The LACE meta-analysis and a retrospective analysis of the JBR.10 trial consistently reported that adjuvant chemotherapy significantly improved survival, and that treatment-related mortality did not differ by age[31, 32]. Thus, the role of adjuvant chemotherapy should not be underestimated in elderly patients. In this study, in patients older than 65 years, the use of platinum/pemetrexed resulted in better DFS than other doublets. By contrast, there is no overall difference in DFS between patients who received platinum/pemetrexed and other third-generation doublets. In the subgroups stratified by gender, smoking history, tumor differentiation, pathological stage, use of adjuvant radiotherapy, ECOG PS, comorbidity score, type of resection and number of chemotherapy cycles, we also could not identify patients who benefited more from pemetrexed. Thus, patients’ age is a prognostic factor for DFS in patients with completely resected NSCLC.
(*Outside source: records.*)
def compute_holiday(coated, other, environment, coated_side, holiday_count, inspected_area,
                    holiday_diameter, exposed_area, coating_category, breakdown_a,
                    breakdown_b, coated_area, other_area, thickness, design_life,
                    coating_thickness):
    """Attack at coating holidays over the design life; four coating scenarios."""
    if coated_side not in SIDES:
        raise InputError(f"Unknown coated side {coated_side!r}.", field="coated_side",
                         value=coated_side, allowed=", ".join(SIDES))
    tf_yr = design_life / YEAR_S
    if not tf_yr > 0:
        raise RangeError("The design life must be longer than zero.", field="design_life",
                         value=design_life, allowed="a time > 0, e.g. 20 year")
    f0, b_yr, info = coating_state(
        coated_area=coated_area, holiday_count=holiday_count, inspected_area=inspected_area,
        holiday_diameter=holiday_diameter, exposed_area=exposed_area,
        coating_category=coating_category, breakdown_a=breakdown_a, breakdown_b=breakdown_b)

    env = alloys.environment(environment)
    i_L = env["i_limit_A_m2"]
    r = roles(coated, other, environment)
    anode_row, cathode_row = alloys.alloy(r["anode"]), alloys.alloy(r["cathode"])
    coated_row, other_row = alloys.alloy(coated), alloys.alloy(other)
    A_an = coated_area if r["coated_is_anode"] else other_area
    A_ca = other_area if r["coated_is_anode"] else coated_area
    if r["delta_E_V"] == 0:
        A_ca = 0.0   # same potential range: no galvanic cathode, each metal on its own
    if anode_row["equivalent_weight_g_mol"] is None or anode_row["density_g_cm3"] is None:
        raise MissingDataError(f"{anode_row['name']} has no equivalent weight or density "
                               "in data/alloys.csv, so its penetration rate cannot be "
                               "computed.", field="coated" if r["coated_is_anode"] else "other",
                               value=r["anode"])
    # Faraday's law is linear in i: the rate per A/m², computed once by faraday.py.
    k_m_per_yr = faraday.penetration_rate_m_per_s(
        1.0, anode_row["equivalent_weight_g_mol"], anode_row["density_g_cm3"]) * YEAR_S

    common = dict(f0=f0, b_per_yr=b_yr, i_limit_A_m2=i_L, A_anode_m2=A_an,
                  A_cathode_m2=A_ca, rate_per_A_m2_m_per_yr=k_m_per_yr,
                  thickness_m=thickness, design_life_yr=tf_yr)
    scen = {side: scenario(side, **common) for side in SIDES}
    rank(list(scen.values()))
    sel = scen[coated_side]
    as_built = "anode" if r["coated_is_anode"] else "cathode"

    fc_initial = exposed_fraction(f0, b_yr, 0.0)
    fc_mean = coatings.mean_breakdown(f0, b_yr, tf_yr)
    fc_final = coatings.final_breakdown(f0, b_yr, tf_yr)
    is_capped = coatings.capped(f0, b_yr, tf_yr)
    t_cap = coatings.cap_time_yr(f0, b_yr)

    test = coatings.holiday_test(coating_thickness) if coating_thickness is not None else None

    # Single holiday against many, with the cathode area fixed (anode coated).
    single = None
    insp = info["inspection"]
    if insp and insp.get("form") == "count" and insp["holiday_count"] >= 1:
        n = insp["holiday_count"]
        a_one = math.pi * insp["holiday_diameter_m"] ** 2 / 4.0
        scale_up = coated_area / insp["inspected_area_m2"]
        A_each = a_one * scale_up
        i_many = faraday.catchment_current_density(i_L, A_ca, n * A_each) if A_each > 0 else 0
        i_one = faraday.catchment_current_density(i_L, A_ca, A_each) if A_each > 0 else 0
        single = {"holidays_on_anode": round(n * scale_up, 3),
                  "rate_each_of_many_mm_per_yr": k_m_per_yr * i_many * 1e3,
                  "rate_single_mm_per_yr": k_m_per_yr * i_one * 1e3}

    # Cathodic-protection current demand of the coated member (DNV form with i_L).
    A_coated_sel = {"anode": A_an, "cathode": A_ca, "both": A_an + A_ca, "none": 0.0}[coated_side]
    cp_mean_A = i_L * (A_an + A_ca if coated_side == "none" else A_coated_sel) * (
        1.0 if coated_side == "none" else fc_mean)

    timeline = []
    for frac in (0.0, 0.25, 0.5, 0.75, 1.0):
        t = tf_yr * frac
        f = exposed_fraction(f0, b_yr, t)
        A_a, A_c = exposed_areas(coated_side, A_an, A_ca, f)
        i_t = anode_current_density(coated_side, i_L, A_an, A_ca, f)
        hist = sel["history"]
        timeline.append({
            "t_yr": t, "fc": f, "exposed_anode_m2": A_a, "exposed_cathode_m2": A_c,
            "area_ratio": A_c / A_a if A_a > 0 else None, "i_a_A_m2": i_t,
            "rate_mm_per_yr": k_m_per_yr * i_t * 1e3,
            "penetration_mm": None if hist is None else hist.at(t) * 1e3,
        })

    rep = _report(locals())
    scen_rows = []
    for side in SIDES:
        s = scen[side]
        scen_rows.append({k: v for k, v in s.items() if k != "history"})
    return {
        "anode": r["anode"], "cathode": r["cathode"],
        "coated_member_role": as_built,
        "as_built_scenario": as_built,
        "coated_side": coated_side,
        "delta_E_V": r["delta_E_V"],
        "ranges_overlap": r["overlap"],
        "i_limit_A_m2": i_L,
        "fc_initial": fc_initial, "fc_mean": fc_mean, "fc_final": fc_final,
        "fc_capped_before_design_life": is_capped,
        "fc_reaches_1_at_years": t_cap if (t_cap is not None and t_cap <= HORIZON_YR) else None,
        "breakdown_a_used": f0, "breakdown_b_per_yr_used": b_yr,
        "coating_category": (info["specification"] or {}).get("category"),
        "holiday_fraction_measured": insp["fraction"] if insp else None,
        "anode_area_m2": A_an, "cathode_area_m2": A_ca,
        "exposed_anode_area_initial_m2": sel["exposed_anode_initial_m2"],
        "exposed_anode_area_design_life_m2": sel["exposed_anode_design_life_m2"],
        "area_ratio_initial": _ratio(sel, A_an, A_ca, f0, b_yr, 0.0, coated_side),
        "area_ratio_design_life": _ratio(sel, A_an, A_ca, f0, b_yr, tf_yr, coated_side),
        "anode_current_density_A_m2": sel["i_initial_A_m2"],
        "anode_current_density_design_life_A_m2": sel["i_design_life_A_m2"],
        "penetration_mm_per_yr_initial": sel["initial_rate_mm_per_yr"],
        "penetration_mpy_initial": faraday.mm_per_yr_to_mpy(sel["initial_rate_mm_per_yr"]),
        "penetration_mm_per_yr_design_life": sel["rate_at_design_life_mm_per_yr"],
        "penetration_at_design_life_mm": sel["penetration_at_design_life_mm"],
        "years_to_perforation": sel["years_to_perforation"],
        "perforation_status": sel["perforation_status"],
        "perforation_text": sel["perforation_text"],
        "perforation_beyond_1000_years": sel["perforation_status"] == faraday.LIFE_BEYOND,
        "reinspect_before_years": sel["years_to_half_thickness"],
        "scenarios": scen_rows,
        "timeline": timeline,
        "ranking": [s["side"] for s in sorted(scen.values(), key=lambda s: s["rank"])],
        "single_holiday": single,
        "cp_current_mean_A": cp_mean_A,
        "test_method": test["test_method"] if test else None,
        "test_method_name": test["test_method_name"] if test else None,
        "test_voltage_V": test["test_voltage_V"] if test else None,
        "display": rep.to_dict(),
    }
This is the first study to compare the impact on survival of different regimens for completely resected NSCLC; however, it also has some limitations. First, our study was limited by retrospective nature of the analysis. Although we performed multivariate analysis and used PSM method to eliminate the selection bias as much as possible, some disparities of both known and unknown prognostic factors, such as total dose of chemotherapy, may affect the results. Second, the exploration of OS in this study was limited. As we know, there are different therapies for regional recurrences or distant metastases, governed by different pathological or mutational types. Several studies[33, 34] indicated that in advanced NSCLC patients with EGFR mutations, a first-line therapy with gefitinib resulted in encouraging clinical therapeutic outcomes. Furthermore, the use of pemetrexed plus cisplatin showed significant benefits with regard to survival in advanced-stage NSCLC patients with adenocarcinoma and large-cell carcinoma[8]. Knowing that several factors can affect the OS outcome, we set DFS as the primary end point of this study. Third, because of the relatively small sample size of other platinum-based doublets, this study could not compare the effect on survival among each chemotherapy regimens. In addition, because the histological type of NSCLC of all patients in our study is adenocarcinoma, it is still unclear whether there is a correlation of histology with outcome of adjuvant chemotherapy. The predictive efficacy of pemetrexed activity according to the tumor histology was reported, in a phase III trial, only in patients with advanced NSCLC[8]. However, so far no prospective trial or meta-analysis in early-stage NSCLC has reported the relation between histology and outcomes. In JBR.10, squamous histologic features (P = 0.002) were associated with significantly prolonged recurrence-free survival. Though cisplatin/vinorelbine had a positive impact in the ANITA trial, a poor outcome in adenocarcinoma was also reported[3, 6, 35–38]. Likewise, histological type had no impact on adjuvant treatment in LACE study subgroup analysis of vinorelbine[39]. Accordingly, in adjuvant therapy of early-stage NSCLC, the predictive effect of tumor histology still need further evaluation.

Declaration

Ethics approval and consent to participate

The study protocol was approved by the institutional review board at the Cancer Hospital, Chinese Academy of Medical Sciences, and PUMC in accordance with the Declaration of Helsinki. Patients provide informed consent authorizing the use of their personal information for research purposes.